悠々闊歩

はるかな道を悠々と、闊歩していきます

大正シスターズ、温泉へ行くの巻

敬愛する、90歳代のおばあちゃんたち3人組がいます。名付けて大正シスターズ(怒られる~)。

以前から、つる編みなど教えていただいていましたが

毎週、地元の温泉浴場に仕事にいっているので、「行きたいときはいつでも言ってね。ついでだから」と、声をかけていました。

そして先日、ついにシスターズを連れて行く日がやってきたのであります。

約束の時間より、早く来る可能性を考えて、ちらちらと坂の方をうかがっていました(いや、時々ビックリさせられるので)。

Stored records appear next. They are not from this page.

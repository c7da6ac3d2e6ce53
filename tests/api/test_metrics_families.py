"""/metrics read with the Prometheus client's own text parser: the counters move as requests are made."""

from __future__ import annotations

import numpy as np
from fastapi.testclient import TestClient
from prometheus_client.parser import text_string_to_metric_families

from service.app import create_app
from service.settings import Settings
from tests.conftest import records_from


def samples(client) -> dict[tuple[str, tuple], float]:
    found = {}
    for family in text_string_to_metric_families(client.get("/metrics").text):
        for sample in family.samples:
            found[(sample.name, tuple(sorted(sample.labels.items())))] = sample.value
    return found


def test_assign_drift_and_fit_metrics_move(tmp_path, iris):
    records = records_from(iris)
    with TestClient(create_app(Settings(store_dir=tmp_path / "s"))) as client:
        assert client.post("/v1/segmentations/shop/fit", json={"records": records, "k": 3}).status_code == 201
        answer = client.post("/v1/segmentations/shop/assign", json={"records": records}).json()["results"]
        assert client.post("/v1/segmentations/shop/drift", json={"records": records}).status_code == 200
        seen = samples(client)
    counts = np.bincount([r["segment"] for r in answer], minlength=3)
    for segment, count in enumerate(counts.tolist()):
        key = ("segscore_records_assigned_total",
               (("segment", str(segment)), ("segmentation", "shop"), ("version", "1")))
        assert seen.get(key, 0.0) == count
    flagged = sum(r["outlier"] for r in answer)
    assert seen.get(("segscore_outliers_flagged_total", (("segmentation", "shop"),)), 0.0) == flagged
    assert seen[("segscore_fit_duration_seconds_count", ())] == 1
    assert seen[("segscore_bundles_loaded", ())] == 1
    assert seen[("segscore_drift_status", (("segmentation", "shop"),))] in (0, 1, 2)
    assert {labels for name, labels in seen if name == "segscore_drift_feature_psi"} == {
        (("feature", f), ("segmentation", "shop")) for f in iris.feature_names}
    assert seen[("segscore_store_errors_total", ())] == 0
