def test_version_query_selects_and_filters(fitted):
    fit(fitted, seed=2)  # version 2, not live
    on_live = drift(fitted, draw(80, seed=130)).json()
    on_v2 = drift(fitted, draw(80, seed=131), query="?version=2").json()
    assert (on_live["version"], on_v2["version"]) == (1, 2)
    assert [r["id"] for r in stored(fitted, query="?version=2")] == [on_v2["id"]]
    assert [r["id"] for r in stored(fitted, query="?version=1")] == [on_live["id"]]
    assert [r["id"] for r in stored(fitted)] == [on_v2["id"], on_live["id"]]


def test_reports_survive_a_restart(settings):
    with TestClient(create_app(settings)) as first:
        fit(first)
        posted = [drift(first, draw(70, seed=140 + i)).json() for i in range(2)]
    with TestClient(create_app(settings)) as second:  # a new process-like app on the same store directory
        assert stored(second) == posted[::-1]


def test_concurrent_drift_posts_are_all_stored(settings):
    batches = [draw(3000, seed=150 + i) for i in range(4)]
    with TestClient(create_app(settings)) as one, TestClient(create_app(settings)) as two:
        fit(one)
        barrier = threading.Barrier(4)
        results: list = [None] * 4

        def post(i, client):
            barrier.wait()
            results[i] = drift(client, batches[i])

        threads = [threading.Thread(target=post, args=(i, (one, two)[i % 2])) for i in range(4)]
        for thread in threads:
            thread.start()
        for thread in threads:
            thread.join()
        assert [r.status_code for r in results] == [200] * 4
        assert {r["id"] for r in stored(one)} == {r.json()["id"] for r in results}


def test_metrics_count_reports_by_status(fitted):
    drift(fitted, draw(100, seed=160))
    x = draw(500, seed=161)
    x[:, 0] = np.nan
    drift(fitted, x)
    text = fitted.get("/metrics").text
    assert 'segscore_drift_reports_total{status="stable"} 1.0' in text
    assert 'segscore_drift_reports_total{status="alert"} 1.0' in text
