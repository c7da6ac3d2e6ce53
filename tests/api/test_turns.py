"""TurnBatch (service/api/turns.py): the first call of a quiet turn runs at once; the others of the turn run back
to back at the start of the next.

Reference: the definitions in the module's docstring, checked with asyncio's own scheduling (``asyncio.gather``
starts every task in the same turn; ``asyncio.sleep(0)`` yields exactly one turn).
"""

from __future__ import annotations

import asyncio
import contextvars

from service.api.turns import TurnBatch

caller = contextvars.ContextVar("caller", default="none")


def recording_runs(batch: TurnBatch) -> list[list]:
    """The first argument of each waiting call in each list ``batch`` runs, one list per turn, from now on."""
    runs: list[list] = []
    original = batch._run

    def recording(turn):
        runs.append([call.args[0] for call in turn.waiting])
        original(turn)

    batch._run = recording
    return runs


def test_a_lone_call_runs_at_once_and_a_turns_other_calls_together_in_the_next():
    batch = TurnBatch()
    runs = recording_runs(batch)
    order: list[str] = []

    async def one(i: int) -> int:
        return await batch.call(lambda x: order.append(f"call {x}") or x * x, i)

    async def main():
        asyncio.get_running_loop().call_soon(order.append, "next turn")
        alone = await one(7)                      # a quiet loop: it runs before the loop turns
        await asyncio.sleep(0)
        await asyncio.sleep(0)                    # a turn with no call: the loop is quiet again
        together = await asyncio.gather(*(one(i) for i in range(5)))    # five tasks started in the same turn
        return alone, together

    alone, together = asyncio.run(main())
    assert alone == 49 and together == [0, 1, 4, 9, 16]
    assert order[:2] == ["call 7", "next turn"]
    assert order[2:] == [f"call {i}" for i in range(5)]
    assert runs[-1] == [1, 2, 3, 4]               # the first of the five ran at once, the others waited a turn


def test_after_a_busy_turn_the_first_call_waits_too_and_after_a_quiet_one_it_does_not():
    batch = TurnBatch()
    runs = recording_runs(batch)

    async def main():
        await asyncio.gather(*(batch.call(str, f"burst {i}") for i in range(3)))      # busy: 3 calls in a turn
        await asyncio.gather(*(batch.call(str, f"next {i}") for i in range(2)))       # all of these wait
        await asyncio.sleep(0)                    # turns without calls leave the last verdict (busy) as it is
        lone = await batch.call(str, "lone")      # waits: the last turn with calls had two
        quiet = await batch.call(str, "quiet")    # at once: the last turn with calls had one
        return lone, quiet

    assert asyncio.run(main()) == ("lone", "quiet")
    waited = [run for run in runs if run]
    assert waited == [["burst 1", "burst 2"], ["next 0", "next 1"], ["lone"]]


def test_an_exception_goes_to_its_own_caller_only():
    batch = TurnBatch()

    def score(i: int) -> int:
        if i in (0, 2):                           # one raised at once (the turn's first), one while waiting
            raise ValueError(f"record {i}")
        return i

    async def main():
        return await asyncio.gather(*(batch.call(score, i) for i in range(4)), return_exceptions=True)

    results = asyncio.run(main())
    assert results[1] == 1 and results[3] == 3
    assert [str(results[i]) for i in (0, 2)] == ["record 0", "record 2"]
    assert all(isinstance(results[i], ValueError) for i in (0, 2))


def test_each_call_runs_in_its_callers_context():
    # The request id of log lines is a context variable: a call must see its own request's, not another's.
    batch = TurnBatch()

    async def one(name: str) -> str:
        caller.set(name)
        return await batch.call(caller.get)

    async def main():
        return await asyncio.gather(*(one(f"request-{i}") for i in range(3)))

    assert asyncio.run(main()) == ["request-0", "request-1", "request-2"]


def test_a_cancelled_callers_call_is_not_run():
    batch = TurnBatch()
    ran: list[int] = []

    async def waiter(i: int) -> None:
        await batch.call(ran.append, i)

    async def main():
        tasks = [asyncio.ensure_future(waiter(i)) for i in range(4)]
        await asyncio.sleep(0)          # the first ran at once; the others wait; their list runs next turn
        tasks[2].cancel()               # before the list runs
        return await asyncio.gather(*tasks, return_exceptions=True)

    done = asyncio.run(main())
    assert ran == [0, 1, 3]
    assert isinstance(done[2], asyncio.CancelledError)


def test_a_new_event_loop_starts_afresh():
    # Test clients start an event loop each: calls left on a loop that stopped must not run in the next loop,
    # and a loop that ended busy must not make the next loop's first call wait.
    batch = TurnBatch()
    ran: list[str] = []

    async def left_unrun():
        await asyncio.gather(*(batch.call(ran.append, f"old loop {i}") for i in range(3)))   # busy: all ran
        asyncio.ensure_future(batch.call(ran.append, "old loop, waiting"))
        await asyncio.sleep(0)                      # in this turn the call is made and waits (busy)...
        asyncio.get_running_loop().stop()           # ...and the loop stops before the turn that runs its list

    loop = asyncio.new_event_loop()
    loop.run_until_complete(left_unrun())

    async def main():
        asyncio.get_running_loop().call_soon(ran.append, "new loop, next turn")
        return await batch.call(ran.append, "new loop")

    asyncio.run(main())
    assert ran == ["old loop 0", "old loop 1", "old loop 2", "new loop", "new loop, next turn"]
    loop.set_exception_handler(lambda loop, context: None)     # its waiting caller is dropped unfinished
    loop.close()


def test_a_call_made_in_the_turn_its_list_runs_belongs_to_the_next_turn():
    batch = TurnBatch()
    runs = recording_runs(batch)

    async def main():
        first = [asyncio.ensure_future(batch.call(str, label)) for label in ("a", "b")]   # "b" waits a turn
        await asyncio.sleep(0)
        # This task makes its call in the turn whose start ran the list of "b", after it: a new turn's call.
        second = asyncio.ensure_future(batch.call(str, "c"))
        return await asyncio.gather(*first, second)

    assert asyncio.run(main()) == ["a", "b", "c"]
    assert [run for run in runs if run] == [["b"], ["c"]]       # "c" waited: the turn before was busy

すると・・・やはり15分ほど前に、シスター一号の姿が!「おおーっと、早くも第一カーブを曲がってきたアーッ」などと夫に中継していましたが、シスターたちはゆっくりと集合し、ゆっくりと杖を突きながら、やってきたのであります。

「おれら、仲良しだもんなあ」

「おう、あの世へ行く時も一緒に行きたいくらいだわ」どわーっはっはっは、と、朝から全開なのでした。

いつもよりゆっくりと、温泉への道を走っていると、シスター2号がネムの木を見つけました。

「ねぶの花が咲いているわ」「はあ、今の時期か?」

「ねぶの花はなあ、10回咲くと秋が来ると言ってなあ」

「はあ、そんなこというだか.。○○ちゃんは物知りだ」

私が、「10回か、そんなに咲くかあ。

     そんなに咲いた覚えもないが、咲いてみたいもんだなあ」と笑わせると、

「おう。おれは90歳で、咲き乱れているわ!」と返されました。負けた!

帰りはどうしようか。途中で送るからねと話していると、

「いいよ、待ってる人がいるじゃなし、ゆーっくりしていくわ。

 箒で掃かれるまで(おしまいまで)居てもよいだから」

すかさず横から一声。「座敷ぼうきじゃはかれないから、おどろぼうき(竹ぼうき)ではかにゃーしょんないなあ」で、また爆笑。

いつまでたっても、おふろに入る様子がないので見に行くと、

「話すことがいっぱいあるだもの!」と、3人でお茶を飲んでいる。主な話題は、「むかしのこと」だという。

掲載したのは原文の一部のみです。